# rester / être / mettre / remettre / mis / remis au goût du jour



## HullVillan

salut

I'm translating this bloody hard and bloody long piece of work and have come across the phrase "au gout du jour". Is that something along the lines of "to keep up to date" or have I got the wrong end of the stick on that one?

"Aujourd'hui, si les enfants sont a' ce point cheris, c'est que les parents comptent aussi sur eux pour rester au gout du jour, pour apprendre des choses de leur progeniture."

"Today, if children are too spoilt (?), it's because parents rely on them to keep up to date, to learn things from their offspring."

How's that?

Cheers. HV

ps. I know there aren't any accents


----------



## mgarizona

Sounds good. up-to-date. In our techno-driven world you might even say 'plugged-in.'

And spoilt might be a little strong, but I wouldn't say it was wrong. Perhaps 'doted on'?


----------



## Catalinata

Here is an extract from a text I am translating:

Des vases « néo-Art nouveau » sont mis au goût du jour par Jacqueline Simon en 1978.

Here are some of my tries. Please tell me which (if any) are ok, as well as any other suggestions you may have. 

« Neo-Art Nouveau » vases were given a new lease on life by Jacqueline Simon in 1978. 

« Neo-Art Nouveau » vases were brought back to the fore by Jacqueline Simon in 1978. 

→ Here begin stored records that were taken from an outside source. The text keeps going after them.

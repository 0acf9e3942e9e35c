import { afterAll, beforeAll, describe, expect, it } from "vitest";
import { randomBytes } from "node:crypto";
import bcrypt from "bcryptjs";
import type { Browser } from "playwright-core";
import { BASE_URL, launch, open } from "./browser";
import { db } from "@/lib/db/knex";
import { TEMPLATES } from "@/lib/design/templates";
import { demoScenarios } from "@/lib/design/demos";

/** A new team's empty scenario list offers starting points: each template, and a copy of each demo design. */
describe("onboarding: a new team's starting points", () => {
  let browser: Browser;
  const email = `starter.${randomBytes(4).toString("hex")}@new-team.test`;
  const password = "a-long-enough-password-2026";

  beforeAll(async () => {
    browser = await launch();
    const [team] = await db()("teams").insert({ name: "New bench team" }).returning("id");
    const [user] = await db()("users").insert({ email, name: "Sam Starter", password_hash: await bcrypt.hash(password, 4), current_team_id: team.id }).returning("id");
    await db()("memberships").insert({ team_id: team.id, user_id: user.id, role: "lead" });
  });

  afterAll(async () => {
    await browser?.close();
    await db().destroy();
  });

  it("one click on a demo design makes a copy of it in the team and opens it; afterwards the list shows it", async () => {
    const page = await browser.newPage();
    await open(page, `${BASE_URL}/sign-in`);
    await page.getByLabel("E-mail").fill(email);
    await page.getByLabel("Password").fill(password);
    await page.getByRole("button", { name: "Sign in" }).click();
    await page.waitForURL((u) => u.pathname === "/scenarios");
    const start = page.getByTestId("starting-points");
    await start.waitFor();
    expect(await start.textContent()).toMatch(/set the load and supply first/);
    for (const t of TEMPLATES) await page.getByTestId(`start-template-${t.id}`).waitFor();
    for (const d of demoScenarios()) await page.getByTestId(`start-demo-${d.key}`).waitFor();
    expect(await page.getByText("No scenarios match.").count()).toBe(0);

    await page.getByTestId("start-demo-valve-coil").click();
    await page.waitForURL(/\/scenarios\/[0-9a-f-]{36}$/, { timeout: 30_000 });
    expect(await page.getByTestId("scenario-title").textContent()).toBe("Valve coil driver");
    await open(page, "/scenarios");
    await page.getByRole("table").getByRole("link", { name: "Valve coil driver", exact: true }).waitFor();
    expect(await page.getByTestId("starting-points").count()).toBe(0);
    await page.close();
  });
});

« Neo-Art Nouveau » vases were given new popularity by Jacqueline Simon in 1978.


----------



## SwissPete

... were updated to modern tastes ... (?)


----------



## ChiMike

I think a better translation would be:

"were brought into the fashion of the time by Jacqueline Simon in 1978."

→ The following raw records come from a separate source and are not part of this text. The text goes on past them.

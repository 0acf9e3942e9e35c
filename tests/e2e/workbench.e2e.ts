import { afterAll, beforeAll, describe, expect, it } from "vitest";
import type { Browser, Download, Page } from "playwright-core";
import { BASE_URL, launch, watchErrors, open } from "./browser";
import { signIn } from "./auth";

async function readDownload(d: Download): Promise<string> {
  const stream = await d.createReadStream();
  const chunks: Buffer[] = [];
  for await (const c of stream) chunks.push(c as Buffer);
  return Buffer.concat(chunks).toString("utf8");
}

/**
 * The workbench in Chromium against the production build: the valve-coil demo re-simulates on an edit, a sweep draws
 * one curve per value, a long map can be cancelled, and a bad value is refused in place.
 * What is checked is behaviour the page must show (readouts change, counts match the settings), not fixed numbers:
 * the numbers themselves are the engine's and design layer's, tested against their references there.
 */
describe("workbench", () => {
  let browser: Browser;
  let page: Page;
  let errors: string[];

  beforeAll(async () => {
    browser = await launch();
    page = await browser.newPage({ viewport: { width: 1280, height: 800 }, acceptDownloads: true });
    errors = watchErrors(page);
    await signIn(page, "designer");
    await open(page, `${BASE_URL}/scenarios`);
    await page.getByRole("link", { name: "Valve coil driver", exact: true }).first().click();
    await page.waitForURL(/\/scenarios\/[0-9a-f-]{36}$/, { timeout: 30_000 });
    await page.getByTestId("metric-phase-margin-value").filter({ hasNotText: "—" }).waitFor({ timeout: 60_000 });
  });

  afterAll(async () => {
    await browser?.close();
  });

  const text = async (testId: string) => (await page.getByTestId(testId).textContent())?.trim() ?? "";

  it("re-simulates when the compensation capacitor is typed in: phase margin and overshoot change", async () => {
    const field = page.locator("#field-parts-compCapacitor");
    const before = await field.inputValue();
    const pm0 = await text("metric-phase-margin-value");
    const os0 = await text("metric-overshoot-value");
    expect(pm0).toMatch(/°|no crossover/);
    // A value far from the demo's: ×47 or more in capacitance moves the loop's crossover a long way.
    const next = before === "4.7n" ? "100p" : "4.7n";
    await field.fill(next);
    await field.press("Enter");
    await page.waitForFunction(
      ([a, b]) =>
        document.querySelector('[data-testid="metric-phase-margin-value"]')?.textContent?.trim() !== a &&
        document.querySelector('[data-testid="metric-overshoot-value"]')?.textContent?.trim() !== b,
      [pm0, os0],
      { timeout: 30_000 },
    );
    expect(await text("metric-phase-margin-value")).not.toBe(pm0);
    expect(await text("metric-overshoot-value")).not.toBe(os0);
    expect(await text("dirty-indicator")).toContain("Unsaved changes");
    // The schematic shows the new value too.
    expect(await page.getByTestId("schematic-compCapacitor").textContent()).toContain(next === "4.7n" ? "4.70 nF" : "100 pF");

    // Undo and redo move the value back and forth.
    await page.getByTestId("undo").click();
    await expect.poll(() => field.inputValue(), { timeout: 5_000 }).toBe(before);
    await page.getByTestId("redo").click();
    await expect.poll(() => field.inputValue(), { timeout: 5_000 }).toBe(next);
    // From the keyboard too, with the focus still in the field that was edited.
    await field.focus();
    await page.keyboard.press("Control+z");
    await expect.poll(() => field.inputValue(), { timeout: 5_000 }).toBe(before);
    await page.keyboard.press("Control+Shift+z");
    await expect.poll(() => field.inputValue(), { timeout: 5_000 }).toBe(next);
  });

  it("the current loop's margin and the overshoot move together as the compensation capacitor grows", async () => {
    // Second-order relation (docs/references.md §5a): more phase margin, less overshoot. Checked as a user would see
    // it: the headline cards after each edit, and the Loop gain plot naming both loops.
    const field = page.locator("#field-parts-compCapacitor");
    const readings: { pm: number; os: number }[] = [];
    // a run still in flight from an earlier edit must land before a reading is taken
    const settled = () => expect.poll(() => text("run-status"), { timeout: 30_000 }).not.toContain("simulating");
    const setAndRead = async (value: string) => {
      await settled();
      const pm0 = await text("metric-phase-margin-value");
      await field.fill(value);
      await field.press("Enter");
      await page.waitForFunction(
        (a) => document.querySelector('[data-testid="metric-phase-margin-value"]')?.textContent?.trim() !== a,
        pm0,
        { timeout: 30_000 },
      );
      await settled();
      // both halves of the run arrive together; the overshoot card carries the small-signal figure beside it
      await page.getByTestId("metric-overshoot").filter({ hasText: "small-signal" }).waitFor({ timeout: 30_000 });
      return { pm: Number.parseFloat(await text("metric-phase-margin-value")), os: Number.parseFloat(await text("metric-overshoot-value")) };
    };
    if ((await field.inputValue()) === "100p") await setAndRead("47p"); // the first value below must be a change
    for (const value of ["100p", "2.2n", "10n"]) readings.push(await setAndRead(value));
    for (let i = 1; i < readings.length; i++) {
      expect(readings[i].pm).toBeGreaterThan(readings[i - 1].pm);
      expect(readings[i].os).toBeLessThan(readings[i - 1].os);
    }
    // the ringing design fails on both counts, the well-damped one passes on both
    expect(readings[0].pm).toBeLessThan(30);
    expect(readings[0].os).toBeGreaterThan(20);
    expect(readings[2].pm).toBeGreaterThan(60);
    expect(readings[2].os).toBeLessThan(5);
    expect(await page.getByTestId("metric-phase-margin").textContent()).toContain("local op-amp loop");
    expect(await page.getByTestId("plot-loop").textContent()).toContain("local op-amp loop");
  });

  it("exports the step response as CSV and the netlist as JSON", async () => {
    const [csv] = await Promise.all([page.waitForEvent("download"), page.getByTestId("export-step-csv").click()]);
    expect(csv.suggestedFilename()).toBe("Step-response.csv");
    const text = await readDownload(csv);
    const lines = text.trimEnd().split("\r\n");
    expect(lines[0]).toBe("time (s),Load current (A),Command (V),Op-amp output (V),Collector/drain (V)");
    expect(lines.length).toBeGreaterThan(20);
    // Every row has five numbers and time increases down the file.
    const times = lines.slice(1).map((l) => l.split(",").map(Number));
    expect(times.every((r) => r.length === 5 && r.every(Number.isFinite))).toBe(true);
    for (let i = 1; i < times.length; i++) expect(times[i]![0]!).toBeGreaterThan(times[i - 1]![0]!);

    const [json] = await Promise.all([page.waitForEvent("download"), page.getByTestId("export-netlist").click()]);
    const netlist = JSON.parse(await readDownload(json)) as { elements: { kind: string; name: string }[]; analysis: { kind: string } };
    expect(netlist.analysis.kind).toBe("tran");
    expect(netlist.elements.some((e) => e.kind === "opamp")).toBe(true);
    expect(netlist.elements.some((e) => e.name === "comp-capacitor")).toBe(true);
  });

  it("marks a value that is not a number in place, with the reason, and does not apply it", async () => {
    const field = page.locator("#field-parts-baseResistor");
    const before = await field.inputValue();
    const schematicBefore = await page.getByTestId("schematic-baseResistor").textContent();
    await field.fill("abc");
    await field.press("Enter");
    const row = page.getByTestId("field-parts-baseResistor");
    const err = row.getByTestId("field-error");
    await err.waitFor();
    expect(await err.textContent()).toContain('"abc" is not a number');
    expect(await field.getAttribute("aria-invalid")).toBe("true");
    expect(await page.getByTestId("schematic-baseResistor").textContent()).toBe(schematicBefore);
    // Escape restores the applied value.
    await field.press("Escape");
    await expect.poll(() => field.inputValue()).toBe(before);
  });

  it("the Noise tab shows the band's integrated load-current noise, and it moves when the sense resistor changes", async () => {
    await page.getByTestId("tab-noise").click();
    const figure = page.getByTestId("noise-integrated");
    await figure.waitFor({ timeout: 30_000 });
    const before = await figure.textContent();
    expect(before).toMatch(/A rms$/);
    expect(Number(await figure.getAttribute("data-value"))).toBeGreaterThan(0);
    expect(await page.getByTestId("noise-contributors").locator("li").count()).toBeGreaterThan(1);
    const field = page.locator("#field-parts-senseResistor");
    const old = await field.inputValue();
    await field.fill(old === "2" ? "3" : "2");
    await field.press("Enter");
    await expect.poll(async () => figure.textContent(), { timeout: 30_000 }).not.toBe(before);
    // back to the demo's value, so the tests after this one see the demo's circuit
    await field.fill(old);
    await field.press("Enter");
    await expect.poll(async () => figure.textContent(), { timeout: 30_000 }).toBe(before);
    await page.getByTestId("tab-closed").click();
  });

  it("a noise target set in the Noise panel adds a headline card judged against it; clearing it removes the card", async () => {
    await page.locator("#panel-noise summary").click();
    const target = page.locator("#field-noise-target");
    expect(await page.getByTestId("metric-noise").count()).toBe(0); // no target: no card
    await target.fill("1m");
    await target.press("Enter");
    await page.getByTestId("metric-noise").waitFor({ timeout: 30_000 });
    expect(await page.getByTestId("metric-noise").textContent()).toContain("target 1.00 mA");
    // the card's figure is the Noise tab's integrated figure (one run, one number)
    await page.getByTestId("tab-noise").click();
    const rms = Number(await page.getByTestId("noise-integrated").getAttribute("data-value"));
    expect(rms).toBeGreaterThan(0);
    expect(rms).toBeLessThan(1e-3); // the demo's noise is microamperes: the 1 mA target passes
    expect(await page.getByTestId("metric-noise").textContent()).toMatch(/pass/i);
    await page.getByTestId("tab-closed").click();
    await target.fill("");
    await target.press("Enter");
    await expect.poll(() => page.getByTestId("metric-noise").count(), { timeout: 30_000 }).toBe(0);
    await page.locator("#panel-noise summary").click();
  });

  it("runs a 1D sweep and draws one curve per value", async () => {
    await page.getByTestId("studies-toggle").click();
    await page.getByTestId("studies-tab-sweep").click();
    const points = page.locator("#field-studies-sweep-points");
    await points.fill("5");
    await points.press("Enter");
    await page.getByTestId("sweep-run").click();
    await page.locator('[data-testid="study-status-sweep"][data-status="done"]').waitFor({ timeout: 120_000 });
    expect(await page.getByTestId("sweep-curve").count()).toBe(5);
    expect(await text("study-status-sweep")).toContain("Done: 5 of 5");
  });

  it("starts a long 2D map and cancels it: progress stops short of the end", async () => {
    await page.getByTestId("studies-tab-map").click();
    for (const axis of ["x", "y"]) {
      const f = page.locator(`#field-studies-map-${axis}-points`);
      await f.fill("40");
      await f.press("Enter");
    }
    await page.locator("#map-metric").selectOption("overshootPct");
    await page.getByTestId("map-run").click();
    const status = page.getByTestId("study-status-map");
    await page.locator('[data-testid="study-status-map"][data-status="running"]').waitFor({ timeout: 30_000 });
    await expect.poll(async () => Number(await page.getByTestId("study-progress-map").getAttribute("value")), { timeout: 60_000 }).toBeGreaterThan(0);
    await page.getByTestId("study-cancel-map").click();
    await page.locator('[data-testid="study-status-map"][data-status="cancelled"]').waitFor({ timeout: 10_000 });
    const done = Number(await page.getByTestId("study-progress-map").getAttribute("value"));
    expect(done).toBeGreaterThan(0);
    expect(done).toBeLessThan(1600);
    await page.waitForTimeout(1_000);
    expect(Number(await page.getByTestId("study-progress-map").getAttribute("value"))).toBe(done);
    expect(await status.textContent()).toContain("Cancelled");
  });

  it("starts a new scenario from a template as a local draft and simulates it", async () => {
    await open(page, `${BASE_URL}/scenarios/new`);
    await page.getByTestId("template-howland").click();
    await page.getByTestId("new-draft").click();
    await page.getByTestId("metric-phase-margin-value").filter({ hasNotText: "—" }).waitFor({ timeout: 60_000 });
    expect(await text("revision-label")).toContain("local draft");
    // The Howland pump's own parts are listed and drawn.
    for (const key of ["howlandR1", "howlandR2", "howlandR3", "howlandR4"]) {
      await page.locator(`#field-parts-${key}`).waitFor();
      await page.getByTestId(`schematic-${key}`).waitFor();
    }
    // Clicking a part in the schematic focuses its value field.
    await page.getByTestId("schematic-howlandR2").click();
    expect(await page.evaluate("document.activeElement && document.activeElement.id")).toBe("field-parts-howlandR2");
  });

  it("ran without page errors", () => {
    expect(errors.filter((e) => !/Failed to load resource/.test(e))).toEqual([]);
  });
});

Here is an example of her work ( Joseph Simon, who also designed for Val-Saint-Lambert during the Art Deco period was even more famous):
Rule #*34.* Pas de publicité. Ne postez pas de lien vers des sites commerciaux. Ne postez rien qui puisse être considéré comme de la publicité, même en faveur de sites, produits ou services à vocation non commerciale

There are some auction sales of her Neo-Art-Nouveau style which can be found on the net. However, since the sales are over, the photos are no longer available --- all, however, date from about 1978. That is why the style is called "NEO" Art Nouveau and the meaning of the sentence, it seems to me, is that her vases made it fashionable at the time (1978).

Joseph Simon was, in fact, a major Art-Nouveau and then Art-Deco designer from the 1910's to the 1930s along with a whole group at Val-Saint-Lambert presided over by Léon Ledru (see: http://www.art-memoires.com/lettre/lm1517/15uledruvsl.htm).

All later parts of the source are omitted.